Gateway Cryptographic Implementation and Security Notes

The cryptographic foundation of dstack’s gateway represents the culmination of modern secure communication protocols, specifically adapted for the unique requirements of confidential computing environments. Unlike traditional network security implementations that focus primarily on protecting data in transit, confidential computing gateways must also verify the integrity and authenticity of the computing environments themselves, creating a multi-layered security architecture that extends trust verification from the network layer down to the hardware level. dstack’s cryptographic implementation is built around the principle of defense in depth, where multiple independent security mechanisms work together to provide comprehensive protection. This approach recognizes that confidential computing environments face threats not just from network attackers, but also from potentially compromised hosts, malicious hypervisors, and sophisticated supply chain attacks. By implementing multiple overlapping security controls, the system can maintain security even if individual components are compromised. The choice of cryptographic primitives and protocols in dstack reflects careful consideration of both current security requirements and future threat models. The implementation prioritizes algorithms and approaches that have been thoroughly analyzed by the cryptographic community, while also ensuring compatibility with hardware security features like Intel TDX and other trusted execution environments.

Cryptographic Security Implementation

TLS Configuration and Crypto Providers

The gateway uses rustls with the ring cryptographic provider for all TLS operations. This choice represents a deliberate move away from OpenSSL toward more modern, memory-safe cryptographic implementations that are less susceptible to the buffer overflow and memory corruption vulnerabilities that have historically plagued TLS implementations. The ring cryptographic provider offers high-performance, constant-time implementations of cryptographic primitives, reducing the risk of timing-based side-channel attacks. Certificate generation leverages RA-TLS capabilities when running in TEE environments, with fallback to KMS-based certificate authority for self-signed certificates. RA-TLS (Remote Attestation Transport Layer Security) represents a significant advancement in certificate-based authentication, allowing certificates to embed cryptographic attestation evidence directly in their structure. This creates a unified authentication mechanism where traditional X.509 certificate verification is enhanced with hardware-backed attestation validation.

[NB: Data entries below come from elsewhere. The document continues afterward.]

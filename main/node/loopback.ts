import { createServer, type Server } from "node:http";
import type { AddressInfo } from "node:net";
import { getRequestListener } from "@hono/node-server";
import type { Access } from "#main/http/access.ts";
import type { Handler } from "#main/http/handler.ts";

const ADDRESS = "127.0.0.1";

/** Bounds on what a connection may cost; times in milliseconds. */
export const CONNECTION_LIMITS = {
  maxHeaderSize: 16 * 1024,
  headersTimeout: 10_000,
  requestTimeout: 120_000,
  keepAliveTimeout: 75_000,
  connectionsCheckingInterval: 5_000,
} as const;
export const MOST_CONNECTIONS = 128;
/** Open requests get this long to end when the server closes. */
const CLOSE_WITHIN_MS = 1_000;

export interface LoopbackOptions {
  /** Makes the handler once the port, and so the host, is known. */
  readonly handlerFor: (access: Access) => Handler;
  /** Taken when it is free; any other otherwise. 0 = any. */
  readonly preferredPort: number;
  readonly token: string;
  /** Other bounds than {@link CONNECTION_LIMITS}. */
  readonly limits?: Partial<Record<keyof typeof CONNECTION_LIMITS, number>>;
}

export interface Loopback {
  readonly port: number;
  /** Scheme, address and port. */
  readonly origin: string;
  /** Ends the server within a bound; the port is free afterwards. */
  close(): Promise<void>;
}

/** Serves the handler on 127.0.0.1 alone. */
export async function serveLoopback(options: LoopbackOptions): Promise<Loopback> {
  let handler: Handler | null = null;
  const listener = getRequestListener((request) => handler!(request), { overrideGlobalObjects: false });
  const server = createServer({ ...CONNECTION_LIMITS, ...options.limits }, (incoming, outgoing) => {
    // A target that is no path ("http://other/", "*") is for proxies; this is none.
    if (!incoming.url?.startsWith("/")) {
      outgoing.writeHead(400, { connection: "close" }).end();
      return;
    }
    void listener(incoming, outgoing);
  });
  server.maxConnections = MOST_CONNECTIONS;
  server.on("upgrade", (_request, socket) => socket.destroy());
  const port = await listen(server, options.preferredPort);
  const host = `${ADDRESS}:${port}`;
  handler = options.handlerFor({ protocol: "http:", host, token: options.token });
  return {
    port,
    origin: `http://${host}`,
    close: () =>
      new Promise((resolve) => {
        server.close(() => resolve());
        server.closeIdleConnections();
        setTimeout(() => server.closeAllConnections(), CLOSE_WITHIN_MS).unref();
      }),
  };
}

/** The port the server listens on: the preferred one, or any when that is taken or forbidden. */
async function listen(server: Server, preferred: number): Promise<number> {
  const tryPort = (port: number) =>
    new Promise<void>((resolve, reject) => {
      server.once("error", reject);
      server.listen({ port, host: ADDRESS, exclusive: true }, () => {
        server.off("error", reject);
        resolve();
      });
    });
  try {
    await tryPort(preferred);
  } catch (error) {
    if (preferred === 0 || !["EADDRINUSE", "EACCES"].includes((error as NodeJS.ErrnoException).code ?? "")) throw error;
    await tryPort(0);
  }
  return (server.address() as AddressInfo).port;
}
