function validate24(data, {instancePath="", parentData, parentDataProperty, rootData=data, dynamicAnchors={}}={}){
let vErrors = null;
let errors = 0;
const evaluated0 = validate24.evaluated;
if(evaluated0.dynamicProps){
evaluated0.props = undefined;
}
if(evaluated0.dynamicItems){
evaluated0.items = undefined;
}
if(errors === 0){
if(data && typeof data == "object" && !Array.isArray(data)){
let missing0;
if((((data.id === undefined) && (missing0 = "id")) || ((data.kind === undefined) && (missing0 = "kind"))) || ((data.position === undefined) && (missing0 = "position"))){
validate24.errors = [{instancePath,schemaPath:"#/required",keyword:"required",params:{missingProperty: missing0},message:"must have required property '"+missing0+"'"}];
return false;
}
else {
if(data.id !== undefined){
let data0 = data.id;
const _errs1 = errors;
const _errs2 = errors;
if(errors === _errs2){
if(typeof data0 === "string"){
if(!pattern7.test(data0)){
validate24.errors = [{instancePath:instancePath+"/id",schemaPath:"#/$defs/id/pattern",keyword:"pattern",params:{pattern: "^[\\s\\S]"},message:"must match pattern \""+"^[\\s\\S]"+"\""}];
return false;
}
}
else {
validate24.errors = [{instancePath:instancePath+"/id",schemaPath:"#/$defs/id/type",keyword:"type",params:{type: "string"},message:"must be string"}];
return false;
}
}
var valid0 = _errs1 === errors;
}
else {
var valid0 = true;
}
if(valid0){
if(data.kind !== undefined){
let data1 = data.kind;
const _errs4 = errors;
if(!(((((((((((data1 === "origin") || (data1 === "fork")) || (data1 === "waypoint")) || (data1 === "insertion")) || (data1 === "muscle-end")) || (data1 === "wall-end")) || (data1 === "ruptured")) || (data1 === "cut")) || (data1 === "lost-end")) || (data1 === "scan-edge")) || (data1 === "open"))){
validate24.errors = [{instancePath:instancePath+"/kind",schemaPath:"#/properties/kind/enum",keyword:"enum",params:{allowedValues: schema40.properties.kind.enum},message:"must be equal to one of the allowed values"}];
return false;
}
var valid0 = _errs4 === errors;
}
else {
var valid0 = true;
}
if(valid0){
if(data.position !== undefined){
let data2 = data.position;
const _errs5 = errors;
const _errs6 = errors;
if(errors === _errs6){
if(Array.isArray(data2)){
if(data2.length > 3){
validate24.errors = [{instancePath:instancePath+"/position",schemaPath:"#/$defs/point/maxItems",keyword:"maxItems",params:{limit: 3},message:"must NOT have more than 3 items"}];
return false;
}
else {
if(data2.length < 3){
validate24.errors = [{instancePath:instancePath+"/position",schemaPath:"#/$defs/point/minItems",keyword:"minItems",params:{limit: 3},message:"must NOT have fewer than 3 items"}];
return false;
}
else {
const len0 = data2.length;
if(len0 > 0){
let data3 = data2[0];
const _errs8 = errors;
if(!((typeof data3 == "number") && (isFinite(data3)))){
validate24.errors = [{instancePath:instancePath+"/position/0",schemaPath:"#/$defs/point/prefixItems/0/type",keyword:"type",params:{type: "number"},message:"must be number"}];
return false;
}
var valid3 = _errs8 === errors;
}
if(valid3){
if(len0 > 1){
let data4 = data2[1];
const _errs10 = errors;
if(!((typeof data4 == "number") && (isFinite(data4)))){
validate24.errors = [{instancePath:instancePath+"/position/1",schemaPath:"#/$defs/point/prefixItems/1/type",keyword:"type",params:{type: "number"},message:"must be number"}];
return false;
}
var valid3 = _errs10 === errors;
}
if(valid3){
if(len0 > 2){
let data5 = data2[2];
const _errs12 = errors;
if(!((typeof data5 == "number") && (isFinite(data5)))){
validate24.errors = [{instancePath:instancePath+"/position/2",schemaPath:"#/$defs/point/prefixItems/2/type",keyword:"type",params:{type: "number"},message:"must be number"}];
return false;
}
var valid3 = _errs12 === errors;
}
}
}
}
}
}
else {
validate24.errors = [{instancePath:instancePath+"/position",schemaPath:"#/$defs/point/type",keyword:"type",params:{type: "array"},message:"must be array"}];
return false;
}
}
var valid0 = _errs5 === errors;
}
else {
var valid0 = true;
}
if(valid0){
if(data.certainty !== undefined){
let data6 = data.certainty;
const _errs14 = errors;
if(!((data6 === "sure") || (data6 === "doubtful"))){
validate24.errors = [{instancePath:instancePath+"/certainty",schemaPath:"#/$defs/certainty/enum",keyword:"enum",params:{allowedValues: schema43.enum},message:"must be equal to one of the allowed values"}];
return false;
}
var valid0 = _errs14 === errors;
}
else {
var valid0 = true;
}
if(valid0){
if(data.site !== undefined){
let data7 = data.site;
const _errs16 = errors;
if(!((((data7 === "head") || (data7 === "wall")) || (data7 === "unseen")) || (data7 === "scan-edge"))){
validate24.errors = [{instancePath:instancePath+"/site",schemaPath:"#/properties/site/enum",keyword:"enum",params:{allowedValues: schema40.properties.site.enum},message:"must be equal to one of the allowed values"}];
return false;
}
var valid0 = _errs16 === errors;
}
else {
var valid0 = true;
}
if(valid0){
if(data.muscle !== undefined){
let data8 = data.muscle;
const _errs17 = errors;
if(!((data8 === "antero-lateral") || (data8 === "postero-medial"))){
validate24.errors = [{instancePath:instancePath+"/muscle",schemaPath:"#/$defs/muscle/enum",keyword:"enum",params:{allowedValues: schema44.enum},message:"must be equal to one of the allowed values"}];
return false;
}
var valid0 = _errs17 === errors;
}
else {
var valid0 = true;
}
if(valid0){
if(data.head !== undefined){
let data9 = data.head;
const _errs19 = errors;
if(!(((typeof data9 == "number") && (!(data9 % 1) && !isNaN(data9))) && (isFinite(data9)))){
validate24.errors = [{instancePath:instancePath+"/head",schemaPath:"#/properties/head/type",keyword:"type",params:{type: "integer"},message:"must be integer"}];
return false;
}
if(errors === _errs19){
if((typeof data9 == "number") && (isFinite(data9))){
if(data9 < 0 || isNaN(data9)){
validate24.errors = [{instancePath:instancePath+"/head",schemaPath:"#/properties/head/minimum",keyword:"minimum",params:{comparison: ">=", limit: 0},message:"must be >= 0"}];
return false;
}
}
}
var valid0 = _errs19 === errors;
}
else {
var valid0 = true;
}
if(valid0){
if(data.leaflet !== undefined){
let data10 = data.leaflet;
const _errs21 = errors;
if(!(((data10 === "anterior") || (data10 === "posterior")) || (data10 === "commissure"))){
validate24.errors = [{instancePath:instancePath+"/leaflet",schemaPath:"#/properties/leaflet/enum",keyword:"enum",params:{allowedValues: schema40.properties.leaflet.enum},message:"must be equal to one of the allowed values"}];
return false;
}
var valid0 = _errs21 === errors;
}
else {
var valid0 = true;
}
if(valid0){
if(data.segment !== undefined){
let data11 = data.segment;
const _errs22 = errors;
if(!((((((((data11 === "A1") || (data11 === "A2")) || (data11 === "A3")) || (data11 === "P1")) || (data11 === "P2")) || (data11 === "P3")) || (data11 === "AC")) || (data11 === "PC"))){
validate24.errors = [{instancePath:instancePath+"/segment",schemaPath:"#/properties/segment/enum",keyword:"enum",params:{allowedValues: schema40.properties.segment.enum},message:"must be equal to one of the allowed values"}];
return false;
}
var valid0 = _errs22 === errors;
}
else {
var valid0 = true;
}
if(valid0){
if(data.zone !== undefined){
let data12 = data.zone;
const _errs23 = errors;
if(!(((data12 === "free-edge") || (data12 === "rough")) || (data12 === "base"))){
validate24.errors = [{instancePath:instancePath+"/zone",schemaPath:"#/properties/zone/enum",keyword:"enum",params:{allowedValues: schema40.properties.zone.enum},message:"must be equal to one of the allowed values"}];
return false;
}
var valid0 = _errs23 === errors;
}
else {
var valid0 = true;
}
if(valid0){
if(data.cleft !== undefined){
const _errs24 = errors;
if(typeof data.cleft !== "boolean"){
validate24.errors = [{instancePath:instancePath+"/cleft",schemaPath:"#/properties/cleft/type",keyword:"type",params:{type: "boolean"},message:"must be boolean"}];
return false;
}
var valid0 = _errs24 === errors;
}
else {
var valid0 = true;
}
}
}
}
}
}
}
}
}
}
}
}
}
else {
validate24.errors = [{instancePath,schemaPath:"#/type",keyword:"type",params:{type: "object"},message:"must be object"}];
return false;
}
}
validate24.errors = vErrors;
return errors === 0;
}
validate24.evaluated = {"props":{"id":true,"kind":true,"position":true,"certainty":true,"site":true,"muscle":true,"head":true,"leaflet":true,"segment":true,"zone":true,"cleft":true},"dynamicProps":false,"dynamicItems":false};
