import { join } from "node:path";
import type { FilePort } from "#main/node/file-port.ts";
import type { Journal } from "#main/node/journal.ts";
import { Turns } from "#main/node/turns.ts";
import { readJsonFile, writeWhole } from "#main/node/whole-file.ts";
import { PassHistory } from "#shared/log/history.ts";
import { historyFromSnapshot, RECORDS_PER_SNAPSHOT, snapshotOf } from "#shared/log/snapshot.ts";

/** Histories kept in memory: the passes that are open in windows. */
const KEPT = 4;
/** Snapshots kept on disk for each pass. */
const SNAPSHOTS_KEPT = 2;
const SNAPSHOT_NAME = /^snapshot-(\d{1,12})\.json$/;

/**
 * Folds journals to histories, with snapshots on disk so that a long log need not be folded from its beginning. Snapshots are
 * a cache: one that cannot be read, written or found on the chain is passed over, and the journal alone says the same.
 */
export class PassFolds {
  readonly #files: FilePort;
  readonly #kept = new Map<string, PassHistory>();
  readonly #turns = new Turns();

  constructor(files: FilePort) {
    this.#files = files;
  }

  /** The history of the journal as it stands. @param folder the pass's folder */
  history(folder: string, journal: Journal): Promise<PassHistory> {
    return this.#turns.take(async () => {
      const kept = this.#kept.get(folder);
      const history = kept && journal.hashAt(kept.head.seq) === kept.head.hash ? kept : await this.#fold(folder, journal);
      if (history.head.seq < journal.head.seq) history.absorb((await journal.read(history.head.seq + 1)).lines, "journal.jsonl");
      this.#kept.delete(folder);
      this.#kept.set(folder, history);
      for (const [oldest] of [...this.#kept].slice(0, Math.max(0, this.#kept.size - KEPT))) this.#kept.delete(oldest);
      return history;
    });
  }

  /** Writes a snapshot when one is due. Never fails: what could not be written is only slower to read. */
  async snapshot(folder: string, journal: Journal): Promise<void> {
    const newest = (await this.#snapshots(folder).catch(() => []))[0] ?? 0;
    if (journal.head.seq - newest < RECORDS_PER_SNAPSHOT) return;
    try {
      const snapshot = snapshotOf(await this.history(folder, journal));
      const bytes = new TextEncoder().encode(JSON.stringify(snapshot));
      await writeWhole(this.#files, join(folder, `snapshot-${snapshot.seq}.json`), bytes);
      for (const seq of (await this.#snapshots(folder)).slice(SNAPSHOTS_KEPT)) {
        await this.#files.remove(join(folder, `snapshot-${seq}.json`));
      }
    } catch {
      // A cache that could not be written; the next append tries again.
    }
  }

  /** Forgets what is in memory of the passes below a folder. */
  forget(folder: string): void {
    for (const key of this.#kept.keys()) if (key.startsWith(folder)) this.#kept.delete(key);
  }

  async #fold(folder: string, journal: Journal): Promise<PassHistory> {
    for (const seq of await this.#snapshots(folder)) {
      if (seq > journal.head.seq) continue;
      try {
        const snapshot = await readJsonFile(this.#files, join(folder, `snapshot-${seq}.json`), `snapshot-${seq}.json`);
        const history = historyFromSnapshot(snapshot, (await journal.read(seq + 1)).lines);
        if (journal.hashAt(seq) === (snapshot as { hash: string }).hash && history.head.seq === journal.head.seq) return history;
      } catch {
        // Damaged: the next one, or the whole log.
      }
    }
    return PassHistory.fromLines((await journal.read(0)).lines, "journal.jsonl");
  }

  /** Seqs of the snapshots on disk, newest first. */
  async #snapshots(folder: string): Promise<number[]> {
    const names = ((await this.#files.list(folder)) ?? []).map(({ name }) => SNAPSHOT_NAME.exec(name)?.[1]);
    return names
      .filter((seq) => seq !== undefined)
      .map(Number)
      .sort((a, b) => b - a);
  }
}
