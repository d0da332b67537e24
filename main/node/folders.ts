import { readdir, realpath, stat } from "node:fs/promises";
import { homedir } from "node:os";
import { basename, dirname, join, resolve } from "node:path";
import type { FoldersPort } from "#main/http/ports.ts";
import type { FolderAnswer } from "#shared/api/routes.ts";
import { TautlineError } from "#shared/errors.ts";

/** Entries shown at most; a folder of single slices may hold thousands. */
const MOST = 5_000;

/** Folders of this computer, for choosing a scan where no system dialog can be asked; hidden entries are left out. */
export function folders(begin: () => string = homedir): FoldersPort {
  return {
    async list(path) {
      const folder = resolve(path ?? begin());
      try {
        const real = await realpath(folder);
        const found = await readdir(real, { withFileTypes: true });
        const shown = found.filter((entry) => !entry.name.startsWith(".")).slice(0, MOST);
        const entries: FolderAnswer["entries"][number][] = [];
        for (const entry of shown) {
          const full = join(real, entry.name);
          const about = await stat(full).catch(() => undefined);
          if (!about || !(about.isDirectory() || about.isFile())) continue;
          entries.push({ name: entry.name, path: full, folder: about.isDirectory(), bytes: about.isFile() ? about.size : 0 });
        }
        entries.sort((a, b) => Number(b.folder) - Number(a.folder) || a.name.localeCompare(b.name, "en", { numeric: true }));
        return { path: real, parent: dirname(real) === real ? null : dirname(real), entries };
      } catch (error) {
        const code = (error as NodeJS.ErrnoException).code;
        if (code === undefined) throw error;
        const reason =
          code === "ENOENT" ? "it does not exist" : code === "ENOTDIR" ? "it is a file" : `the system refused (${code})`;
        throw new TautlineError("not-found", `The folder cannot be listed: ${reason}. Choose another one.`, {
          what: "folder",
          id: basename(folder),
        });
      }
    },
  };
}
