import { basename, dirname } from "node:path";
import type { FilePort } from "#main/node/file-port.ts";
import { isTautlineError, TautlineError, unreadable } from "#shared/errors.ts";

/**
 * The typed error for a failed write. Messages name the file, never the whole path, since they cross to pages.
 * @param needed bytes that were to be written.
 */
export async function writeFault(files: FilePort, path: string, error: unknown, needed = 0): Promise<TautlineError> {
  if (isTautlineError(error)) return error;
  const code = (error as { code?: unknown } | null)?.code;
  // A fault of the program is not dressed up as one of the disk.
  if (typeof code !== "string") return error as TautlineError;
  const file = basename(path);
  if (code === "ENOSPC" || code === "EDQUOT") {
    const free = await files.freeBytes(dirname(path)).catch(() => 0);
    return new TautlineError(
      "disk-full",
      `The disk is full: ${file} needs ${needed} bytes, ${free} are free. Nothing saved before is lost; free some space and go on.`,
      { file, needed, free },
      error,
    );
  }
  const next = "Check that the library's disk is there and may be written, then try again.";
  return new TautlineError(
    "write-failed",
    `${file} could not be written (${code}). Nothing saved before is lost. ${next}`,
    { file, reason: code, next },
    error,
  );
}

/** Makes a folder. @throws disk-full, write-failed */
export async function makeFolder(files: FilePort, folder: string): Promise<void> {
  try {
    await files.makeFolder(folder);
  } catch (error) {
    throw await writeFault(files, folder, error);
  }
}

/** Bytes of a file; undefined when there is none. @param name for the message @throws unreadable-input when the system refuses */
export async function readOrTell(
  files: FilePort,
  path: string,
  name: string,
  start?: number,
  end?: number,
): Promise<Uint8Array | undefined> {
  try {
    return await files.read(path, start, end);
  } catch (error) {
    const { code } = error as { code?: unknown };
    if (typeof code !== "string") throw error;
    throw unreadable(
      name,
      "a file that can be read",
      `that the system refuses (${code})`,
      undefined,
      "Check the library's disk.",
    );
  }
}
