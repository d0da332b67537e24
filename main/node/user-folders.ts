import { homedir } from "node:os";
import { join, resolve } from "node:path";

type Environment = Readonly<Record<string, string | undefined>>;

/** The library's folder: the one given, else `TAUTLINE_LIBRARY`, else `Tautline` in the user's documents. */
export function libraryFolder(given: string | undefined, env: Environment = process.env): string {
  return resolve(given ?? env.TAUTLINE_LIBRARY ?? join(homedir(), "Documents", "Tautline"));
}

/** A private folder of this user for what concerns runs of the program, not the library; `TAUTLINE_STATE` moves it. */
export function stateFolder(env: Environment = process.env, platform: NodeJS.Platform = process.platform): string {
  if (env.TAUTLINE_STATE) return resolve(env.TAUTLINE_STATE);
  if (platform === "win32") return join(env.LOCALAPPDATA ?? join(homedir(), "AppData", "Local"), "Tautline");
  if (platform === "darwin") return join(homedir(), "Library", "Application Support", "Tautline");
  return join(env.XDG_STATE_HOME ?? join(homedir(), ".local", "state"), "tautline");
}
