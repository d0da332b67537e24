import { join } from "node:path";
import type { LibraryPort } from "#main/http/ports.ts";
import { writeFault } from "#main/node/disk-fault.ts";
import type { FilePort } from "#main/node/file-port.ts";
import type { WriterCheck } from "#main/node/journal.ts";
import { type LibraryLayout, libraryLayout, type RandomBytes } from "#main/node/layout.ts";
import { PassClaims } from "#main/node/pass-claims.ts";
import { PassStore } from "#main/node/pass-store.ts";
import { patchedSpecimen, readSpecimenFile } from "#main/node/specimen-file.ts";
import { AssignmentStore } from "#main/node/study/assignment-store.ts";
import { Turns } from "#main/node/turns.ts";
import { UNFINISHED, writeJson } from "#main/node/whole-file.ts";
import type { AppendAnswer, AppendRequest, LogAnswer, ServerEvent, ShelfAnswer, SpecimenPatch } from "#shared/api/routes.ts";
import type { PassState, PassSummary, ShelfSpecimen, SpecimenRecord } from "#shared/api/specimen.ts";
import { isTautlineError, TautlineError } from "#shared/errors.ts";

export interface LibraryOptions {
  readonly root: string;
  readonly files: FilePort;
  readonly random: RandomBytes;
  /** UTC milliseconds. */
  readonly now: () => number;
  /** Checked before every write: the lease on the library. */
  readonly mayWrite: WriterCheck;
  readonly emit: (event: ServerEvent) => void;
  /** Called before a specimen's folder goes, so that the engine lets go of its store. */
  readonly onRemove?: (specimen: string) => Promise<void>;
}

/** The library folder: specimens, passes, journals. */
export class Library implements LibraryPort {
  readonly layout: LibraryLayout;
  readonly passes: PassStore;
  readonly claims = new PassClaims();
  /** Specimens that are assignments of a study which is led elsewhere. */
  readonly assignments: AssignmentStore;
  readonly #options: LibraryOptions;
  readonly #changes = new Turns();

  constructor(options: LibraryOptions) {
    this.#options = options;
    this.layout = libraryLayout(options.root);
    this.passes = new PassStore({ ...options, layout: this.layout });
    this.assignments = new AssignmentStore({ ...options, layout: this.layout });
  }

  /** Removes what a killed process left half-removed. Call it once, with the lease, before anything else. */
  async removeLeftovers(): Promise<void> {
    const { files } = this.#options;
    for (const { name } of (await files.list(this.layout.specimens)) ?? []) {
      if (name.endsWith(UNFINISHED)) await files.remove(join(this.layout.specimens, name));
    }
  }

  async shelf(): Promise<ShelfAnswer> {
    const specimens: ShelfSpecimen[] = [];
    const problems: string[] = [];
    for (const id of await this.#specimenIds()) {
      try {
        const specimen = await readSpecimenFile(this.#options.files, this.layout.specimenFile(id), id);
        if (!specimen) {
          const passes = await this.passes.ids(id);
          if (passes.length > 0)
            problems.push(`specimens/${id} holds passes but no specimen.json: put the file back from a copy.`);
          continue;
        }
        // What was handed back is not shown: a repeat must not be done beside the pass before.
        if (await this.assignments.isSealed(id)) continue;
        const passes: PassSummary[] = [];
        for (const pass of await this.passes.ids(id)) {
          await this.passes.summary(id, pass).then(
            (summary) => passes.push(summary),
            (error) =>
              void (isTautlineError(error, "not-found") || problems.push(`${specimen.name}, pass ${pass}: ${sentence(error)}`)),
          );
        }
        passes.sort((a, b) => a.annotator.localeCompare(b.annotator) || a.number - b.number);
        specimens.push({ specimen, passes, incomplete: false });
      } catch (error) {
        problems.push(sentence(error));
      }
    }
    specimens.sort((a, b) => b.specimen.created - a.specimen.created || a.specimen.id.localeCompare(b.specimen.id));
    return { specimens, problems };
  }

  /** @throws not-found, unreadable-input; conflict for an assignment that was handed back */
  async specimen(id: string): Promise<SpecimenRecord> {
    await this.assignments.refuseSealed(id);
    return this.specimenRecord(id);
  }

  /** The record of a specimen, also of an assignment that was handed back. @throws not-found, unreadable-input */
  async specimenRecord(id: string): Promise<SpecimenRecord> {
    const record = await readSpecimenFile(this.#options.files, this.layout.specimenFile(id), id);
    if (!record) throw new TautlineError("not-found", "There is no such specimen in the library.", { what: "specimen", id });
    return record;
  }

  changeSpecimen(id: string, patch: SpecimenPatch): Promise<SpecimenRecord> {
    return this.#changes.take(async () => {
      const changed = patchedSpecimen(await this.specimen(id), patch);
      await this.#options.mayWrite();
      await writeJson(this.#options.files, this.layout.specimenFile(id), changed);
      this.#options.emit({ event: "shelf" });
      return changed;
    });
  }

  removeSpecimen(id: string, force: boolean): Promise<void> {
    return this.#changes.take(async () => {
      const { files, mayWrite, onRemove, emit } = this.#options;
      await this.specimenRecord(id);
      if (!force) await this.#refuseWithEdits(id);
      await mayWrite();
      await onRemove?.(id);
      await this.passes.close(id);
      this.assignments.forget(id);
      const folder = this.layout.specimen(id);
      const doomed = `${folder}${UNFINISHED}`;
      try {
        // Renamed first: a process killed while thousands of files go leaves a folder that is no specimen any more.
        await files.remove(doomed);
        await files.rename(folder, doomed);
        await files.syncFolder(this.layout.specimens);
        files.reach("removal:after-rename");
        await files.remove(doomed);
      } catch (error) {
        throw await writeFault(files, folder, error);
      }
      emit({ event: "shelf" });
    });
  }

  async createPass(specimen: string, annotator: string): Promise<PassSummary> {
    await this.specimen(specimen);
    await this.assignments.refuseSecondPass(specimen);
    const summary = await this.#changes.take(() => this.passes.create(specimen, annotator));
    this.#options.emit({ event: "shelf" });
    return summary;
  }

  async readLog(specimen: string, pass: string, from: number): Promise<LogAnswer> {
    await this.assignments.refuseSealed(specimen);
    return (await this.passes.journal(specimen, pass)).read(from);
  }

  async appendLog(specimen: string, pass: string, request: AppendRequest): Promise<AppendAnswer> {
    await this.assignments.refuseSealed(specimen);
    await this.passes.refuseReturned(specimen, pass);
    // After a restart nobody has a claim: the window that writes first gets it.
    if (!this.claims.claim(specimen, pass, request.window)) {
      throw new TautlineError("held-elsewhere", "Another window is writing to this pass; this one is for reading only.", {
        what: "pass",
        holder: "another window",
      });
    }
    const answer = await this.passes.append(specimen, pass, request);
    if (answer.outcome === "appended") this.#options.emit({ event: "pass", pass, head: answer.head });
    return answer;
  }

  async keepBranch(specimen: string, pass: string, lines: readonly string[], name: string): Promise<PassSummary> {
    await this.specimen(specimen);
    this.layout.pass(specimen, pass);
    const file = { format: "tautline-pass", version: 1, state: "under-way", synthetic: false, name } as const;
    const summary = await this.#changes.take(() => this.passes.adopt(specimen, lines, file));
    this.#options.emit({ event: "shelf" });
    return summary;
  }

  async rebuildLog(specimen: string, pass: string, lines: readonly string[]): Promise<AppendAnswer> {
    await this.specimen(specimen);
    const journal = await this.#changes.take(() => this.passes.rebuild(specimen, pass, lines));
    this.#options.emit({ event: "shelf" });
    return { outcome: "appended", head: journal.head };
  }

  async claimPass(specimen: string, pass: string, window: string): Promise<boolean> {
    await this.assignments.refuseSealed(specimen);
    await this.passes.journal(specimen, pass);
    return this.claims.claim(specimen, pass, window);
  }

  async releasePass(specimen: string, pass: string, window: string): Promise<void> {
    this.claims.release(specimen, pass, window);
  }

  async setPassState(specimen: string, pass: string, state: PassState): Promise<PassSummary> {
    await this.assignments.refuseSealed(specimen);
    await this.passes.refuseReturned(specimen, pass);
    await this.#changes.take(() => this.passes.changeFile(specimen, pass, (file) => ({ ...file, state })));
    this.#options.emit({ event: "shelf" });
    return this.passes.summary(specimen, pass);
  }

  async close(): Promise<void> {
    await this.passes.close();
  }

  async #specimenIds(): Promise<string[]> {
    const entries = (await this.#options.files.list(this.layout.specimens)) ?? [];
    return entries.filter(({ name, folder }) => folder && /^[a-z0-9][a-z0-9-]*$/.test(name)).map(({ name }) => name);
  }

  async #refuseWithEdits(id: string): Promise<void> {
    let edits = 0;
    for (const pass of await this.passes.ids(id)) {
      // A journal that cannot be read may hold work: it counts.
      edits += await this.passes.summary(id, pass).then(
        (summary) => (summary.synthetic ? 0 : summary.edits),
        (error) => (isTautlineError(error, "not-found") ? 0 : 1),
      );
    }
    if (edits === 0) return;
    const what = `specimen with ${edits} edit${edits === 1 ? "" : "s"} in its passes`;
    throw new TautlineError("conflict", `The specimen's passes hold ${edits} edits; removing it would remove them.`, {
      what,
      expected: "no edits",
      found: String(edits),
    });
  }
}

function sentence(error: unknown): string {
  if (isTautlineError(error)) return error.message;
  return `Something could not be read (${(error as NodeJS.ErrnoException).code ?? "a fault of the program"}).`;
}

Proxy Security Architecture

The gateway implements both TLS termination and TLS passthrough modes based on SNI analysis. This flexibility allows the system to adapt to different security requirements - TLS termination enables deep packet inspection and application-layer security controls, while TLS passthrough preserves end-to-end encryption when required by compliance or security policies. Connection handling includes comprehensive timeout management and secure connection lifecycle management. These mechanisms protect against resource exhaustion attacks, connection hijacking attempts, and other network-based attacks that could compromise the availability or security of the gateway service.

Notes

This document covers the security architecture of the dstack gateway, which serves as the entry point for external traffic to applications running in Confidential Virtual Machines. The gateway provides comprehensive security through automated certificate management, secure cluster communication, remote attestation verification, and intelligent load balancing. The implementation uses industry-standard protocols like ACME, WireGuard, and mutual TLS authentication to ensure secure communication throughout the system. The configuration parameters mentioned in this document can be customized through the gateway configuration file, allowing operators to tune the security and performance characteristics according to their specific deployment requirements. This configurability is essential for adapting the gateway to different threat models, compliance requirements, and operational constraints while maintaining the core security guarantees that make confidential computing possible. The security model is built on the principle of zero trust, where every component must be authenticated and authorized before being granted access to the network. Remote attestation ensures that only genuine TEE instances can register with the gateway, while Certificate Transparency monitoring provides ongoing security assurance against certificate-based attacks. This comprehensive approach to security creates multiple opportunities to detect and prevent attacks while maintaining the usability and performance characteristics required for production deployments. The dstack gateway’s security architecture represents a significant advancement in confidential computing infrastructure, providing the robust security guarantees needed for sensitive workloads while maintaining the operational simplicity required for widespread adoption. As confidential computing continues to evolve, the gateway’s modular architecture and comprehensive security controls provide a solid foundation for addressing emerging threats and requirements.